The recent supply chain and West Coast port clogs prompted significant investment in nearshoring and port improvements. “Ports are always changing,” said Roski, listing a looming strike at East Coast ports, challenges with pirates in the Suez Canal, and water issues in the Panama Canal. “Companies used to fix on one port and that’s where they’d bring in their imports, but now see they need to be [bring product] in a couple of places.” 

“Laredo, [Texas,] is one of the largest ports in the U.S., and there’s no water. It’s trucks coming across the border. Companies have learned to be nimble and not focused on one area,” she said. 

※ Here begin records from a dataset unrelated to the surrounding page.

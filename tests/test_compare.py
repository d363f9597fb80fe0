"""Change report between two runs (quakefolio compare): attribution, tables, atomic writing, CLI."""
import hashlib
import json
import os
import shutil
import subprocess
import sys

import numpy as np
import pandas as pd
import pyarrow.parquet as pq
import pytest
from numpy.testing import assert_allclose

from quakefolio.core.errors import InputError
from quakefolio.pipeline import compare
from quakefolio.pipeline.caution import CAUTION
from quakefolio.pipeline.cli import main
from quakefolio.pipeline.compare import compare_runs, resolve_run, write_change_report
from quakefolio.pipeline.runner import run_pure
from quakefolio.pipeline.io.store import read_table, table_metadata, to_arrow

REPORT_FILES = {"change_assets.parquet", "change_asset_damage.parquet", "change_portfolio.parquet",
                "change_causes.json"}


# --- helpers ---------------------------------------------------------------------------------------

def _replace(path, old, new):
    text = path.read_text()
    assert text.count(old) == 1, f"{old!r} must occur once in {path.name}"
    path.write_text(text.replace(old, new))


def _scale_curve(path, site, im, factor):
    """Multiply the annual rates of one site's curve for one IM in the tabulated hazard CSV."""
    lines = path.read_text().splitlines()
    head = lines[0].split(",")
    i_site, i_im, i_rate = head.index("site_id"), head.index("im"), head.index("annual_rate")
    out, n = [lines[0]], 0
    for line in lines[1:]:
        cells = line.split(",")
        if cells[i_site] == site and cells[i_im] == im:
            cells[i_rate] = repr(float(cells[i_rate]) * factor)
            n += 1
        out.append(",".join(cells))
    assert n > 0
    path.write_text("\n".join(out) + "\n")


def _two_runs(config, edit=None):
    """Run the mini inputs, apply ``edit(folder)``, run again; return (run_a, run_b)."""
    run_a = run_pure(config)
    if edit is not None:
        edit(config.parent)
    run_b = run_pure(config)
    return run_a, run_b


def _assets(result):
    return result["change_assets"].set_index("asset_id")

“All of the markets in the southwest are becoming more interconnected and interdependent than they were previously,” Creecy-Herman said. “In Southern California, there are 10 markets within 500 miles with over 25 million consumers who spend, on average, 10% more than typical U.S. consumers.” Combined with the port complex, those fundamentals aren’t changing. Creecy-Herman noted that it’s less of a California exodus than it is a complementary strategy where customers are taking space in other markets as they grow. In the last 10 years, she noted there has been significant maturation of markets such as Las Vegas and Phoenix. As they’ve become more diversified, customers want to have a presence there. 

In the last decade, Gustafson said, the consumer base has shifted. Tenants continue to change strategies to adapt, such as hub-and-spoke approaches.  From an investment perspective, she said that strategies change weekly in response to market dynamics that are unprecedented.  

McCombs said that construction challenges and utility constraints have been compounded by increased demand for water and power. 

“Those are big issues from the beginning when we’re deciding on whether to buy the dirt, and another decision during construction,” Roski said. “In some markets, we order transformers more than a year before they are needed. Otherwise, the time comes [to use them] and we can’t get them. It’s a new dynamic of how leases are structured because it’s something that’s out of our control.” She noted that it’s becoming a bigger issue with electrification of cars, trucks and real estate, and the U.S. power grid is not prepared to handle it.  

Salt Lake City’s land constraints play a role in site selection, said Eldridge. “Land values of areas near water are skyrocketing.” 

The panelists agreed that a favorable outlook is ahead for 2024, and today’s rebalancing will drive a healthy industry in the future as demand and rates return to normalized levels, creating opportunities for investors, developers and tenants.